Five days after Mr. ________ hears about Shug's being sick and hears her being belittled and damned in church, he returns with her in the back of his wagon. We realize that Mr.________ may be unfeeling and mean toward Celie, but he deeply cares for Shug. Shug is "family" to him; he and Shug have three children together. (He and Celie have none.) In fact, note that Mr. ________ immediately tells Harpo that Shug (and not Annie Julia) should have been Harpo's mother.
As for Shug, the first thing we read about the Queen Honeybee's arrival is Celie's sight of "one of her foots . . . poking out" of the wagon. This is clearly not the entrance of a "queen." Yet, despite the fact that Shug looks literally ill to Celie, Shug looks dazzlingly dressed for the occasion. In contrast, as we read Celie's description of Shug, we get a completely different picture of her. She seems to be something that has already passed over to the next world and returned. She staggers toward Celie with a caked, yellowed, powdered black face smeared with red rouge, her chest heaving with black beads, chicken hawk feathers curving down one cheek, and clutching a snakeskin bag. To Celie, Shug may be ill, but she still seems to be a beautiful creature, "so stylish it like the trees all round the house draw themself up tall for a better look." To us, in contrast, Shug seems to be deteriorating, going downhill fast in body and soul.

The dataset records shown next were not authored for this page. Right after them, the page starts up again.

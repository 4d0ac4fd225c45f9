//! `--labels a1,a2,a3`: several annotators per row, end to end through the binary. The
//! tables are simulated with a known true class per row (Gaussian classes from
//! `common::gaussian_classes`) and annotators of known accuracy; that a consensus of
//! unequal annotators beats their majority vote is a fact of the trade (Dawid & Skene
//! 1979), checked here against the truth.

mod common;

use common::{flipmend, gaussian_classes, TempDir};
use rand::{Rng, SeedableRng};
use rand_chacha::ChaCha8Rng;
use serde_json::Value;
use std::fmt::Write as _;

/// One good annotator and two poor ones, each row labelled by two of them; a wrong label
/// is the next class. Returns the CSV text and every row's true class.
fn table(rows: usize, seed: u64) -> (String, Vec<usize>) {
    let (x, truth) = gaussian_classes(rows, 3.0, seed);
    let accuracy = [0.95, 0.65, 0.6];
    let mut rng = ChaCha8Rng::seed_from_u64(seed);
    let mut text = String::from("id,x0,x1,a1,a2,a3\n");
    for r in 0..rows {
        let skipped = rng.random_range(0..3);
        let cells: Vec<String> = (0..3)
            .map(|a| {
                if a == skipped {
                    return String::new();
                }
                let right = rng.random::<f64>() < accuracy[a];
                let class = if right { truth[r] } else { (truth[r] + 1) % 3 };
                format!("c{class}")
            })
            .collect();
        let _ = writeln!(
            text,
            "r{r},{:.5},{:.5},{}",
            x[[r, 0]],
            x[[r, 1]],
            cells.join(",")
        );
    }
    (text, truth)
}

fn column_of(csv: &str, name: &str) -> Vec<String> {
    let mut lines = csv.lines();
    let header: Vec<&str> = lines.next().unwrap().split(',').collect();
    let at = header.iter().position(|&h| h == name).unwrap();
    lines
        .map(|l| l.split(',').nth(at).unwrap().to_string())
        .collect()
}

#[test]
fn the_consensus_beats_the_majority_and_each_annotator_is_reported() {
    let (text, truth) = table(3_000, 5);
    let dir = TempDir::new();
    let data = dir.path("d.csv");
    std::fs::write(&data, text).unwrap();
    let (rows, json) = (dir.path("rows.csv"), dir.path("e.json"));
    let run = flipmend(&[
        "estimate",
        "--data",
        data.to_str().unwrap(),
        "--labels",
        "a1,a2,a3",
        "--consensus-out",
        rows.to_str().unwrap(),
        "--json",
        json.to_str().unwrap(),
    ]);
    run.assert_ok();
    assert!(run.stdout.contains("Dawid & Skene"), "{}", run.stdout);
    let written = std::fs::read_to_string(&rows).unwrap();
    let right = |column: &str| {
        column_of(&written, column)
            .iter()
            .zip(&truth)
            .filter(|(c, &t)| **c == format!("c{t}"))
            .count() as f64
            / truth.len() as f64
    };
    let (consensus, majority) = (right("consensus"), right("majority"));
    assert!(
        consensus > majority + 0.03,
        "consensus {consensus}, majority {majority}"
    );
    let report: Value = serde_json::from_str(&std::fs::read_to_string(&json).unwrap()).unwrap();
    let annotators = report["annotators"].as_array().unwrap();
    assert_eq!(annotators.len(), 3);
    assert_eq!(annotators[0]["column"], "a1");
    let accuracy: Vec<f64> = annotators
        .iter()
        .map(|a| a["accuracy"].as_f64().unwrap())
        .collect();
    assert!(
        accuracy[0] > 0.9 && accuracy[1] < 0.75 && accuracy[2] < 0.75,
        "{accuracy:?}"
    );
    for a in annotators {
        assert!(a["accuracy_low"].as_f64() <= a["accuracy"].as_f64());
        assert!(a["items"].as_u64().unwrap() > 1_500);
    }
}

#[test]
fn annotator_problems_are_clear_and_write_nothing() {
    let (text, _) = table(300, 9);
    let dir = TempDir::new();
    let data = dir.path("d.csv");
    std::fs::write(&data, &text).unwrap();
    let data = data.to_str().unwrap();
    let out = dir.path("rows.csv");
    let out = out.to_str().unwrap();
    let run = |labels: &str, file: &str| {
        flipmend(&[
            "estimate",
            "--data",
            file,
            "--labels",
            labels,
            "--consensus-out",
            out,
        ])
    };
    run("a1", data).assert_bad_input(&["at least two"]);
    run("a1,zz", data).assert_bad_input(&["--labels", "zz", "a1, a2, a3"]);
    // A row nobody labelled: its line and the columns.
    let silent = text
        .replacen(",c0,c0\n", ",,\n", 1)
        .replacen(",,c0\n", ",,\n", 1);
    let silent_path = dir.path("silent.csv");
    std::fs::write(&silent_path, &silent).unwrap();
    if silent != text {
        run("a1,a2,a3", silent_path.to_str().unwrap()).assert_bad_input(&[
            "line",
            "no annotator labelled this row",
            "a1, a2, a3",
        ]);
    }
    // Two annotators that never label a row together with the third.
    let mut split = String::from("id,x0,x1,a1,a2,a3\n");
    for (i, line) in text.lines().skip(1).enumerate() {
        let cells: Vec<&str> = line.split(',').collect();
        let (a1, a2, a3) = if i % 2 == 0 {
            ("c0", "c0", "")
        } else {
            ("", "", "c1")
        };
        let _ = writeln!(
            split,
            "{},{},{},{a1},{a2},{a3}",
            cells[0], cells[1], cells[2]
        );
    }
    let split_path = dir.path("split.csv");
    std::fs::write(&split_path, split).unwrap();
    run("a1,a2,a3", split_path.to_str().unwrap()).assert_bad_input(&["'a3'"]);
    assert!(!std::path::Path::new(out).exists(), "nothing written");
}

/// The wide table as a table of features and a long file of (id, annotator, label).
fn long_form(wide: &str) -> (String, String) {
    let mut table = String::from("id,x0,x1\n");
    let mut long = String::from("id,annotator,label\n");
    for line in wide.lines().skip(1) {
        let cells: Vec<&str> = line.split(',').collect();
        let _ = writeln!(table, "{},{},{}", cells[0], cells[1], cells[2]);
        for (who, label) in ["a1", "a2", "a3"].iter().zip(&cells[3..]) {
            if !label.is_empty() {
                let _ = writeln!(long, "{},{who},{label}", cells[0]);
            }
        }
    }
    (table, long)
}

#[test]
fn a_long_file_gives_the_same_consensus_as_the_columns() {
    let (wide, _) = table(1_200, 13);
    let (features, long) = long_form(&wide);
    let dir = TempDir::new();
    let write = |name: &str, text: &str| {
        let path = dir.path(name);
        std::fs::write(&path, text).unwrap();
        path.to_string_lossy().into_owned()
    };
    let (wide_path, table_path) = (write("wide.csv", &wide), write("t.csv", &features));
    let long_path = write("long.csv", &long);
    let (from_columns, from_long) = (dir.path("c.csv"), dir.path("l.csv"));
    flipmend(&[
        "estimate",
        "--data",
        &wide_path,
        "--labels",
        "a1,a2,a3",
        "--consensus-out",
        from_columns.to_str().unwrap(),
    ])
    .assert_ok();
    flipmend(&[
        "estimate",
        "--data",
        &table_path,
        "--annotations",
        &long_path,
        "--consensus-out",
        from_long.to_str().unwrap(),
    ])
    .assert_ok();
    assert_eq!(
        std::fs::read_to_string(&from_columns).unwrap(),
        std::fs::read_to_string(&from_long).unwrap()
    );
    // The same row and annotator with two labels: both lines named, nothing written.
    let conflicting = format!("{long}r0,a1,c2\nr0,a1,c0\n");
    let bad = write("bad.csv", &conflicting);
    let out = dir.path("never.csv");
    flipmend(&[
        "estimate",
        "--data",
        &table_path,
        "--annotations",
        &bad,
        "--consensus-out",
        out.to_str().unwrap(),
    ])
    .assert_bad_input(&["bad.csv", "line", "'a1'"]);
    // An id the table lacks.
    let stranger = write("stranger.csv", &format!("{long}nobody,a1,c0\n"));
    flipmend(&[
        "estimate",
        "--data",
        &table_path,
        "--annotations",
        &stranger,
    ])
    .assert_bad_input(&["stranger.csv", "nobody"]);
    assert!(!out.exists(), "nothing written");
}

#[test]
fn the_demo_panel_ranks_its_graders_and_its_consensus_beats_the_majority() {
    // demo-data/make_demo.py's invented quality panel: four graders who make the base
    // confusions 0.4, 1, 1.5 and 2.5 times as often; the true materials are in
    // recycling_truth.csv.
    let demo = format!("{}/demo-data", env!("CARGO_MANIFEST_DIR"));
    let dir = TempDir::new();
    let (rows, json) = (dir.path("rows.csv"), dir.path("e.json"));
    flipmend(&[
        "estimate",
        "--data",
        &format!("{demo}/recycling_panel.csv"),
        "--labels",
        "grader_a,grader_b,grader_c,grader_d",
        "--consensus-out",
        rows.to_str().unwrap(),
        "--json",
        json.to_str().unwrap(),
    ])
    .assert_ok();
    let truth_text = std::fs::read_to_string(format!("{demo}/recycling_truth.csv")).unwrap();
    let truth: std::collections::HashMap<String, String> = column_of(&truth_text, "id")
        .into_iter()
        .zip(column_of(&truth_text, "true_label"))
        .collect();
    let written = std::fs::read_to_string(&rows).unwrap();
    let ids = column_of(&written, "id");
    let right = |column: &str| {
        let hits = column_of(&written, column)
            .iter()
            .zip(&ids)
            .filter(|(c, id)| **c == truth[id.as_str()])
            .count();
        hits as f64 / ids.len() as f64
    };
    let (consensus, majority) = (right("consensus"), right("majority"));
    assert!(
        consensus > majority + 0.03,
        "consensus {consensus}, majority {majority}"
    );
    let report: Value = serde_json::from_str(&std::fs::read_to_string(&json).unwrap()).unwrap();
    let accuracy: Vec<f64> = report["annotators"]
        .as_array()
        .unwrap()
        .iter()
        .map(|a| a["accuracy"].as_f64().unwrap())
        .collect();
    assert!(
        accuracy.windows(2).all(|w| w[0] > w[1]),
        "graders a > b > c > d: {accuracy:?}"
    );
}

Shug's body may be sick, but we soon see that her spirit is clearly intact; in fact, her first words to Celie are loud, cackling, and cruel — particularly when we consider how much Celie reveres this woman. "You sure is ugly," Shug tells Celie, which is probably the most dramatically reinforced proof that Celie has ever had of her own ugliness. She remembers that Fonso called her ugly, but here, Shug proclaims that Celie sure is ugly.